*** Records supplied ***

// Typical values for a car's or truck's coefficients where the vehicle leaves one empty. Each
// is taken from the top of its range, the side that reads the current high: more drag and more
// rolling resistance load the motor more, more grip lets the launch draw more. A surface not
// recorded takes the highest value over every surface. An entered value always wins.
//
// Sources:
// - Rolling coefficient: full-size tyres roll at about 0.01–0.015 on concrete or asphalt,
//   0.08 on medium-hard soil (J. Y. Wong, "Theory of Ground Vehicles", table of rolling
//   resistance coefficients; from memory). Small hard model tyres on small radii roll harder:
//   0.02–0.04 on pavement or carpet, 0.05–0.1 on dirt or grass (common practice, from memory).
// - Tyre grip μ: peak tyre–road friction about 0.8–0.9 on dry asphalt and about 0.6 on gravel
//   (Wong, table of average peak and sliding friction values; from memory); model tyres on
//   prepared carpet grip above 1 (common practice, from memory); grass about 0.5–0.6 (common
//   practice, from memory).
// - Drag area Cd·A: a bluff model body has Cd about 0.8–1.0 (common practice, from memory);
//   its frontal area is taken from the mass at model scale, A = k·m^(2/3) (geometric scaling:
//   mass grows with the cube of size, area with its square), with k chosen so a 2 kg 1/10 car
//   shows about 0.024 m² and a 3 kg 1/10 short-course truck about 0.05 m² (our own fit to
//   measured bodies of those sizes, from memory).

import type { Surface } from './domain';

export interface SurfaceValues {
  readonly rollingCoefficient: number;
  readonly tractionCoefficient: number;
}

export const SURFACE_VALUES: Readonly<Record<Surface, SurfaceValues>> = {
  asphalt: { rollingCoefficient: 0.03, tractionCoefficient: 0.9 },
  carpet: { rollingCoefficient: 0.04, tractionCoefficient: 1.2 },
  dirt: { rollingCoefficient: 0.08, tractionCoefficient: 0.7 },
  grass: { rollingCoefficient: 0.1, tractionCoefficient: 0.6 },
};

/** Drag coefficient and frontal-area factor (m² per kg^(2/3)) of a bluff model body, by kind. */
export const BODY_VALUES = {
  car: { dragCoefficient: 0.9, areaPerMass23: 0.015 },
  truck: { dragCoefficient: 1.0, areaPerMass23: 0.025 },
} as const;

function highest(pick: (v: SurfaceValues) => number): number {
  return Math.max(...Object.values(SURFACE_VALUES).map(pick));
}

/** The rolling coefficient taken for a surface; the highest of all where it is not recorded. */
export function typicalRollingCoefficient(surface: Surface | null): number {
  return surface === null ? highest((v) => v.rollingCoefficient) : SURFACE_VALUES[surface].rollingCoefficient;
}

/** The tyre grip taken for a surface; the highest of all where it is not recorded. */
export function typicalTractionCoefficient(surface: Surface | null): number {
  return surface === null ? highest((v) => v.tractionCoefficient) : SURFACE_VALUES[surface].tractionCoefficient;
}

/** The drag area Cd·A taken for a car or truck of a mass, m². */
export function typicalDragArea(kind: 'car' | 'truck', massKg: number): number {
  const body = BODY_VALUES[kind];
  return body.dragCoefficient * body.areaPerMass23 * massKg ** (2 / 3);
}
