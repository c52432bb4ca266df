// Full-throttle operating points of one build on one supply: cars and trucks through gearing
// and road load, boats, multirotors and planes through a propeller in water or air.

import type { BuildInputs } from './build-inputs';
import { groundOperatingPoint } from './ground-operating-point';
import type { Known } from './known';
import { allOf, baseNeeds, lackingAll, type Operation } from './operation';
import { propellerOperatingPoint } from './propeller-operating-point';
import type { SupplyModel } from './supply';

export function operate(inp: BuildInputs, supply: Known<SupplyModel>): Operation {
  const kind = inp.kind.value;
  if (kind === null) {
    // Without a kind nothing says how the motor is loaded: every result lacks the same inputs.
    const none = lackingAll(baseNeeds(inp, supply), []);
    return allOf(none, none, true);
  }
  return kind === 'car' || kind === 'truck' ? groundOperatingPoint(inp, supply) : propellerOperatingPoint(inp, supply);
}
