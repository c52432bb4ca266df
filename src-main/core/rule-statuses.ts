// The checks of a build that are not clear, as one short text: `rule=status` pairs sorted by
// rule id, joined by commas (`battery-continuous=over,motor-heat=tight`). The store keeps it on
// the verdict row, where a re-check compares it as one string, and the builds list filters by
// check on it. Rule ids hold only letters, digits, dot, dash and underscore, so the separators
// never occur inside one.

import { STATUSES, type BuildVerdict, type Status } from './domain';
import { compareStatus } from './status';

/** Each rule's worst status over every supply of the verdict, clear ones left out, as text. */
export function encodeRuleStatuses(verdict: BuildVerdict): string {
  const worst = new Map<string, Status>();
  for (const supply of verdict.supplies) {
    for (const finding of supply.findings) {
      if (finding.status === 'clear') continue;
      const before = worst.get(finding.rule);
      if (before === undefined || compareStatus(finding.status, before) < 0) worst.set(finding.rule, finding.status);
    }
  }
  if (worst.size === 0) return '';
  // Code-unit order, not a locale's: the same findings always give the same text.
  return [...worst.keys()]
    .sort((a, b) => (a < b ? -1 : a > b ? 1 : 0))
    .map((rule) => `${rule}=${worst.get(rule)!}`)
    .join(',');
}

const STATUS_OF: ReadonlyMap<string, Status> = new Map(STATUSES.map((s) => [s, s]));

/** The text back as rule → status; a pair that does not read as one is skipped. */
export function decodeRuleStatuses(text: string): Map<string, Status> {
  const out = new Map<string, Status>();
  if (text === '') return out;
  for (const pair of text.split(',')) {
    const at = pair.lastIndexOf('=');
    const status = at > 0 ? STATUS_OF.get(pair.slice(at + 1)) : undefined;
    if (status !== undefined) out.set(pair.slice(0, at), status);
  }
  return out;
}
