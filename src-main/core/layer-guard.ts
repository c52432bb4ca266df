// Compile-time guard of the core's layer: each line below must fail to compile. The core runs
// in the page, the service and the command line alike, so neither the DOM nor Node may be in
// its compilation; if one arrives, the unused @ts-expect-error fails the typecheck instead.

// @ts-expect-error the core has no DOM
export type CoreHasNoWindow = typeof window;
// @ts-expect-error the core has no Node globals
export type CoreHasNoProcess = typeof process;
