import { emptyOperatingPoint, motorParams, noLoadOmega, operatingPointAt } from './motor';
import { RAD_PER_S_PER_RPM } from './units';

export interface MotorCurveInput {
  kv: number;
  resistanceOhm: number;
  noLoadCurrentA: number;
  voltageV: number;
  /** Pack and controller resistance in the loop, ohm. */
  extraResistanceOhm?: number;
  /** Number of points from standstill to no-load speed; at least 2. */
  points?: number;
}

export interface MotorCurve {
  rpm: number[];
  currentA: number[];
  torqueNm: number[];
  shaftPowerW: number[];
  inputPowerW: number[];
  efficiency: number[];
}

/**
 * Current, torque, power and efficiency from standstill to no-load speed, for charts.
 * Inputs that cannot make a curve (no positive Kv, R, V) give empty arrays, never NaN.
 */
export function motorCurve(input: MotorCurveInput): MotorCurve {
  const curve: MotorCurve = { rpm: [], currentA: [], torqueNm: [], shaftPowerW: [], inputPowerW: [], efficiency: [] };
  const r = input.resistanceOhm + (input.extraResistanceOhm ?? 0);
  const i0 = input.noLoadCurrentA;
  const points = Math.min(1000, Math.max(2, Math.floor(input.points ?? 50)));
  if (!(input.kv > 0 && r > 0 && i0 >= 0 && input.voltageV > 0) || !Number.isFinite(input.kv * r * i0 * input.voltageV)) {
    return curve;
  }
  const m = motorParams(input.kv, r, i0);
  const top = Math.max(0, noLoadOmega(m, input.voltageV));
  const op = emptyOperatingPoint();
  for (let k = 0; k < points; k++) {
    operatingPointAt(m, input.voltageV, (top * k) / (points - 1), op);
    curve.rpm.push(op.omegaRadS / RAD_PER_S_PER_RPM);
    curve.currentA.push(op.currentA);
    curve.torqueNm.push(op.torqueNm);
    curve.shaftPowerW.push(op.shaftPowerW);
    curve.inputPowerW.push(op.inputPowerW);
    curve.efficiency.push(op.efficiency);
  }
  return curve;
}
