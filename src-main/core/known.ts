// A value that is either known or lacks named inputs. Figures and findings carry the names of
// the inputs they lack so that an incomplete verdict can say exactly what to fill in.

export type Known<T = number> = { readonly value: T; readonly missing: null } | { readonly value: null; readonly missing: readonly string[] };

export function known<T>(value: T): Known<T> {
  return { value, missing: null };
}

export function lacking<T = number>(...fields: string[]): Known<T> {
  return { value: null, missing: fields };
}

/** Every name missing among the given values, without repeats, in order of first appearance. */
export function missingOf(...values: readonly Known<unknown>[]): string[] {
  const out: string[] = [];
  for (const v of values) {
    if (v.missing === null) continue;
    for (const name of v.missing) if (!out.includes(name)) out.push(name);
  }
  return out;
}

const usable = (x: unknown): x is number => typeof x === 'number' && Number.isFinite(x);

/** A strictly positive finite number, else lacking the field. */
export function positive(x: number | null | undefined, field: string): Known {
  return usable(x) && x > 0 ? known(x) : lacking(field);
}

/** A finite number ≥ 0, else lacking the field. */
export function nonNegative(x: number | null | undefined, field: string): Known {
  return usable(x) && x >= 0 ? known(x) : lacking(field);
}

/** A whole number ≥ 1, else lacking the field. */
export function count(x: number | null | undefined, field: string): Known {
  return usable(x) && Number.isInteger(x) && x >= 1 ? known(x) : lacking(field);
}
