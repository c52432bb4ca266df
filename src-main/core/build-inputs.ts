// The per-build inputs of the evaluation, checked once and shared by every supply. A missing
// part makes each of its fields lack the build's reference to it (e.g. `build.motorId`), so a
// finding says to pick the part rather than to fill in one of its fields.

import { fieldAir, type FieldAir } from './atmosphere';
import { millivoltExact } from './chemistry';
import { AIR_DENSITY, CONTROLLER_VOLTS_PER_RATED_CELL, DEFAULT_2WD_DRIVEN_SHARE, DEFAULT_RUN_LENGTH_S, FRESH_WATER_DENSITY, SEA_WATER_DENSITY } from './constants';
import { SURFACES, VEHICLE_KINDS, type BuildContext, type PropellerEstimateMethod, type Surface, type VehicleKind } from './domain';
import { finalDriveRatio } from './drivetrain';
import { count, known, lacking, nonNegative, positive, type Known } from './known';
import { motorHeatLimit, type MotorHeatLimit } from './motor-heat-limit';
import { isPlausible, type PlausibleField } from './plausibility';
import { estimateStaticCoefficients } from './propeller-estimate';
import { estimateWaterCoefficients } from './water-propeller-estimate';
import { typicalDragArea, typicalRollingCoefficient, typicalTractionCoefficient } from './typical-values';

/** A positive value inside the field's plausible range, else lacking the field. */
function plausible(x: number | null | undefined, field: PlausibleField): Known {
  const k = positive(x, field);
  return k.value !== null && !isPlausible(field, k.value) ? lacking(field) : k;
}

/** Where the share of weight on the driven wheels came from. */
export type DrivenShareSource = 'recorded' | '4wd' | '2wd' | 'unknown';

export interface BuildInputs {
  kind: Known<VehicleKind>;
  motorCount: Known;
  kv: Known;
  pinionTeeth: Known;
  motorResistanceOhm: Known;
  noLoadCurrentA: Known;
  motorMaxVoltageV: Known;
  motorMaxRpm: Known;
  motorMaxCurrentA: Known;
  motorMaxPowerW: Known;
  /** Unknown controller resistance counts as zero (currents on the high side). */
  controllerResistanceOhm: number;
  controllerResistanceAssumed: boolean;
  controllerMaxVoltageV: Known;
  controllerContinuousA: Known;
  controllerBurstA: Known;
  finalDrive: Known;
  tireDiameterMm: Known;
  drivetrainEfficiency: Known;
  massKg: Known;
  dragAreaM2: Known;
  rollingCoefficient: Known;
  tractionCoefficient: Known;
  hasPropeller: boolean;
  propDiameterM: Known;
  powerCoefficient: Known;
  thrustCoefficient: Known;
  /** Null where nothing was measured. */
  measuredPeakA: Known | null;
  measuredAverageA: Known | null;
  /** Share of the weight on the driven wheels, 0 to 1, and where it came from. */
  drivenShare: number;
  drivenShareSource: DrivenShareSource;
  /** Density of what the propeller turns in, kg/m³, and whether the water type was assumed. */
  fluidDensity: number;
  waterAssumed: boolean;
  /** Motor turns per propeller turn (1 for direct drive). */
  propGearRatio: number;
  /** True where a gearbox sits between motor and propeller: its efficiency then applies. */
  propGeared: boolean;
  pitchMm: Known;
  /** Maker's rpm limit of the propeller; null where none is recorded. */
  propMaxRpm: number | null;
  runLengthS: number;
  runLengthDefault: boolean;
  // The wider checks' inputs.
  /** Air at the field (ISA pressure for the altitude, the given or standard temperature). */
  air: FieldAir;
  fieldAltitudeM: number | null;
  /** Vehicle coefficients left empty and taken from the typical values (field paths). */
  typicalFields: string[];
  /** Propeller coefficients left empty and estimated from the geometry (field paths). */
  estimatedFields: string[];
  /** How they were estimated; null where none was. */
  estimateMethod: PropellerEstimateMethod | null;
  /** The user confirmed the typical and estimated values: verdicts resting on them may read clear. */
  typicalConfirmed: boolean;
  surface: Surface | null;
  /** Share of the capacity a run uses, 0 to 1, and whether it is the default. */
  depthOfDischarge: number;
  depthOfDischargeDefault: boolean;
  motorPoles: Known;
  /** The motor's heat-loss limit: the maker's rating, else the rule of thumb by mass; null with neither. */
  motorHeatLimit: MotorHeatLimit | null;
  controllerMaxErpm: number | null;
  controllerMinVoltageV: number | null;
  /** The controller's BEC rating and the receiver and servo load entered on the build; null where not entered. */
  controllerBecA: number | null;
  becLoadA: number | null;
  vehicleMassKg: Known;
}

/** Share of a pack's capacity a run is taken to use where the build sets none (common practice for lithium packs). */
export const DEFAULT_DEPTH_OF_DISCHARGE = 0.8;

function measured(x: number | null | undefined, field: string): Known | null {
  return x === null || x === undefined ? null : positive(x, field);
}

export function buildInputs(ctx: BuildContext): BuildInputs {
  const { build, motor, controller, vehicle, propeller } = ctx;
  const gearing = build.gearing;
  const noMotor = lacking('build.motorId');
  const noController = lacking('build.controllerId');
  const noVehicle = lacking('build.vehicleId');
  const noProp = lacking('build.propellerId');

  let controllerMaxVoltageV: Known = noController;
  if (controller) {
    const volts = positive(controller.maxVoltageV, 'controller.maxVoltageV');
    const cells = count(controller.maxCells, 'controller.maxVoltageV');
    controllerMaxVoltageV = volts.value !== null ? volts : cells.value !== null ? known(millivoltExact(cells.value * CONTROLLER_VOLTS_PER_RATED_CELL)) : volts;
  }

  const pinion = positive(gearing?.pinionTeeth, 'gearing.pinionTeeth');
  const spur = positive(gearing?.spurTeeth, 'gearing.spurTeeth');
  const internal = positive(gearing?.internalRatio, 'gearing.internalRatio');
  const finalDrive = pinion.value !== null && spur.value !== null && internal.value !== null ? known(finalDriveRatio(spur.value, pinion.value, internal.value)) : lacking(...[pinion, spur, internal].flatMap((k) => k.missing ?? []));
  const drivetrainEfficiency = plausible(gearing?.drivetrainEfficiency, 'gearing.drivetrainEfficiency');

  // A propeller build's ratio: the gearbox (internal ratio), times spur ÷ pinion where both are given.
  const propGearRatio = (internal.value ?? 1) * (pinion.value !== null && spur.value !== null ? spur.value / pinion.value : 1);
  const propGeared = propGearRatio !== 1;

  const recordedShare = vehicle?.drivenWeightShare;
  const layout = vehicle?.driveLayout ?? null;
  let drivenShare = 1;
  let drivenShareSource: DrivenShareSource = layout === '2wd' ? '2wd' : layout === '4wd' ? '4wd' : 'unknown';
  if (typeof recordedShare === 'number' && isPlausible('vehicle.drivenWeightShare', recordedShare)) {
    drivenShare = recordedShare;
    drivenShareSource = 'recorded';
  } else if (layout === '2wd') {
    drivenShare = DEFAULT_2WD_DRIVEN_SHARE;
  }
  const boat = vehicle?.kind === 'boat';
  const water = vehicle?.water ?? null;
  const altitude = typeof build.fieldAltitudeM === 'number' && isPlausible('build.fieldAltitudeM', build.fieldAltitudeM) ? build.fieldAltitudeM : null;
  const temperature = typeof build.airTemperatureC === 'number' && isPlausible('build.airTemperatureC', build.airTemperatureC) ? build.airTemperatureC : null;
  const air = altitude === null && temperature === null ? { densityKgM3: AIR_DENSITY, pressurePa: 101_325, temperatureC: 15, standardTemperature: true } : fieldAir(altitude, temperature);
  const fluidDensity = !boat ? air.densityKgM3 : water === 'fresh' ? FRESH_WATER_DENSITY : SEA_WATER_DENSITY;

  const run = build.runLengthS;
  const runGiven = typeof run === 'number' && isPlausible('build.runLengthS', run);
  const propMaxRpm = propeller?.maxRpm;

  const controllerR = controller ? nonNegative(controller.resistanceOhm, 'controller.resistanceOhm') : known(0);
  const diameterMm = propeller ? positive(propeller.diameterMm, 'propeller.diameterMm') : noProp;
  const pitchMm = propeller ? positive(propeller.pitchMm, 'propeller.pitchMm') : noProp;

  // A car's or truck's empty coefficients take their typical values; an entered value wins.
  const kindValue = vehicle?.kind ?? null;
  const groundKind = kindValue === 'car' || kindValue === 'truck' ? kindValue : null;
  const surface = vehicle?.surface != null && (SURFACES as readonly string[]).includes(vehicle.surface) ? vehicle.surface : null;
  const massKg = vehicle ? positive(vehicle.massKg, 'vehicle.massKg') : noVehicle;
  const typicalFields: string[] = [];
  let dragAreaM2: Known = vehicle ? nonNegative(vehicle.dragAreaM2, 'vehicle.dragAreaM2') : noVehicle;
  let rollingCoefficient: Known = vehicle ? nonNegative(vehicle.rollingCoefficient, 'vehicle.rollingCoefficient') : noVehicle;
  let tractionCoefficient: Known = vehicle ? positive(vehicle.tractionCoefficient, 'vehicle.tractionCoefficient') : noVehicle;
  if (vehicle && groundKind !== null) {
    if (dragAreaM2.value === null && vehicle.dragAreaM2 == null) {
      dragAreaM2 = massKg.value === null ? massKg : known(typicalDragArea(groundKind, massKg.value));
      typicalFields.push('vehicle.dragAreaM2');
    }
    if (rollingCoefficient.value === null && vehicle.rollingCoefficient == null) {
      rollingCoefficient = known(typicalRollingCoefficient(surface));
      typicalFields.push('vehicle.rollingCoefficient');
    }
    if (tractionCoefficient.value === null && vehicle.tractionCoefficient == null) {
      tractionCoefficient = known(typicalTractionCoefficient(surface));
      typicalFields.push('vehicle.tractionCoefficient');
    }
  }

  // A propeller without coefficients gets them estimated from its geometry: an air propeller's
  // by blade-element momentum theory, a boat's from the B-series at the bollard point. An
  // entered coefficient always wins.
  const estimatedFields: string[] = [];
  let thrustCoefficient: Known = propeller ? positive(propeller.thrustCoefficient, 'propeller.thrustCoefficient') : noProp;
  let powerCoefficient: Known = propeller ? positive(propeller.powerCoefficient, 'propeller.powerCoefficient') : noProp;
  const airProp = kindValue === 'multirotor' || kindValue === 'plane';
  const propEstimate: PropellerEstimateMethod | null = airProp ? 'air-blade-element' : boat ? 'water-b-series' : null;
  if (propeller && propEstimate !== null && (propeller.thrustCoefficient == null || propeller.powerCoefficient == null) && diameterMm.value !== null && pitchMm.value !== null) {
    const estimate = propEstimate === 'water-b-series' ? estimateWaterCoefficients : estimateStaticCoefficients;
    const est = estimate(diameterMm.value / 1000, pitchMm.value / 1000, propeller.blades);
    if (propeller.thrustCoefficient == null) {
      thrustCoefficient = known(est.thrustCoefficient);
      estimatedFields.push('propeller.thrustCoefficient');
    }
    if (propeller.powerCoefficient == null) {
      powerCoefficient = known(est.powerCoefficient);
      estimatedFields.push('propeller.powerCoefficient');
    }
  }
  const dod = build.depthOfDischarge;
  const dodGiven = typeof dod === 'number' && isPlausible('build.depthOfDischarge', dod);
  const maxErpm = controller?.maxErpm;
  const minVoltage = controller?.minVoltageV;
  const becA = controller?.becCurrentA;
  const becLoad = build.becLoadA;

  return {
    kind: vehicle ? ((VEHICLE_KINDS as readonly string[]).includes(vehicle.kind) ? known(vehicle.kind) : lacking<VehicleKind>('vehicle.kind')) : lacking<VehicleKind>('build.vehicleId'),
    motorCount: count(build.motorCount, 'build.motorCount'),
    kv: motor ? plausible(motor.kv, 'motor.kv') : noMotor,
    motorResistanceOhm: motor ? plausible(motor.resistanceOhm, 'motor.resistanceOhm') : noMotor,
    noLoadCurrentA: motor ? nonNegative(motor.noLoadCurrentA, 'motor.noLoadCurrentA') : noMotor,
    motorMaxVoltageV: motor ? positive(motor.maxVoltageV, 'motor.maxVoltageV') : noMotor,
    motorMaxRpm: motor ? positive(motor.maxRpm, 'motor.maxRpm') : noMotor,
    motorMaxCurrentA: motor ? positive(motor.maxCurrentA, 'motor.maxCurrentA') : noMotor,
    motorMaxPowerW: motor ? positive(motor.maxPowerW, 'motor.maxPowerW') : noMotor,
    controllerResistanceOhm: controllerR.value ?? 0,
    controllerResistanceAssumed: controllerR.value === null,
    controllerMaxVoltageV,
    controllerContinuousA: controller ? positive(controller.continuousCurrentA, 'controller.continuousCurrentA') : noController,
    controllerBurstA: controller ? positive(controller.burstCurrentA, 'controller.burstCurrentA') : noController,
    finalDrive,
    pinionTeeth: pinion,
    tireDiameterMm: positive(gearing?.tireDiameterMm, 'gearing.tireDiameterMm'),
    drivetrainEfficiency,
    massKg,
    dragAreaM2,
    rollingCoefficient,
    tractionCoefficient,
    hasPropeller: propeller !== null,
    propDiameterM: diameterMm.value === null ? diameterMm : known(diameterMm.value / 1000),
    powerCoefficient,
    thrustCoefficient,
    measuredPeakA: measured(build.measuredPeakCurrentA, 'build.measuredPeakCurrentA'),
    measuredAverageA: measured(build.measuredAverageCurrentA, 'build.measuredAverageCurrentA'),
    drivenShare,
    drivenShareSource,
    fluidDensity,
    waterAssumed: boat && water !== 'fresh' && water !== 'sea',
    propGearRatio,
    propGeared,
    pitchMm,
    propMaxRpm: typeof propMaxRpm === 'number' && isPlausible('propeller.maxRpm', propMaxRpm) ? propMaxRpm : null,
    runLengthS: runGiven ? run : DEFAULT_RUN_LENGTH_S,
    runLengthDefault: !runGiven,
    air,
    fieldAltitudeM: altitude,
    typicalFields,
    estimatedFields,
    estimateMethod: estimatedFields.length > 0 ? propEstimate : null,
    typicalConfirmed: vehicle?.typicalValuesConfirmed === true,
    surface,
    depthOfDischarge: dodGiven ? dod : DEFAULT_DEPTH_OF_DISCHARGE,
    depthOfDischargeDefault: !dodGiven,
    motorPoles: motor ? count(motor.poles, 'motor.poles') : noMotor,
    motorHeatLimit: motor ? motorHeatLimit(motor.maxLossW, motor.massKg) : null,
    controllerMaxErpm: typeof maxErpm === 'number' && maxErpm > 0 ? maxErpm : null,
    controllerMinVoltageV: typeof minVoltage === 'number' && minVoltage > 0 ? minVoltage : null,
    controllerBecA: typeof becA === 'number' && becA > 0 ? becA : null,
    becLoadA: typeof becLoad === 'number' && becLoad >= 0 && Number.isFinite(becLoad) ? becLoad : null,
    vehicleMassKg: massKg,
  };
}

*** End of Records supplied ***

Lines above with "MotorCurveInput" in them are the ones to copy.

export interface MotorCurveInput {
export function motorCurve(input: MotorCurveInput): MotorCurve {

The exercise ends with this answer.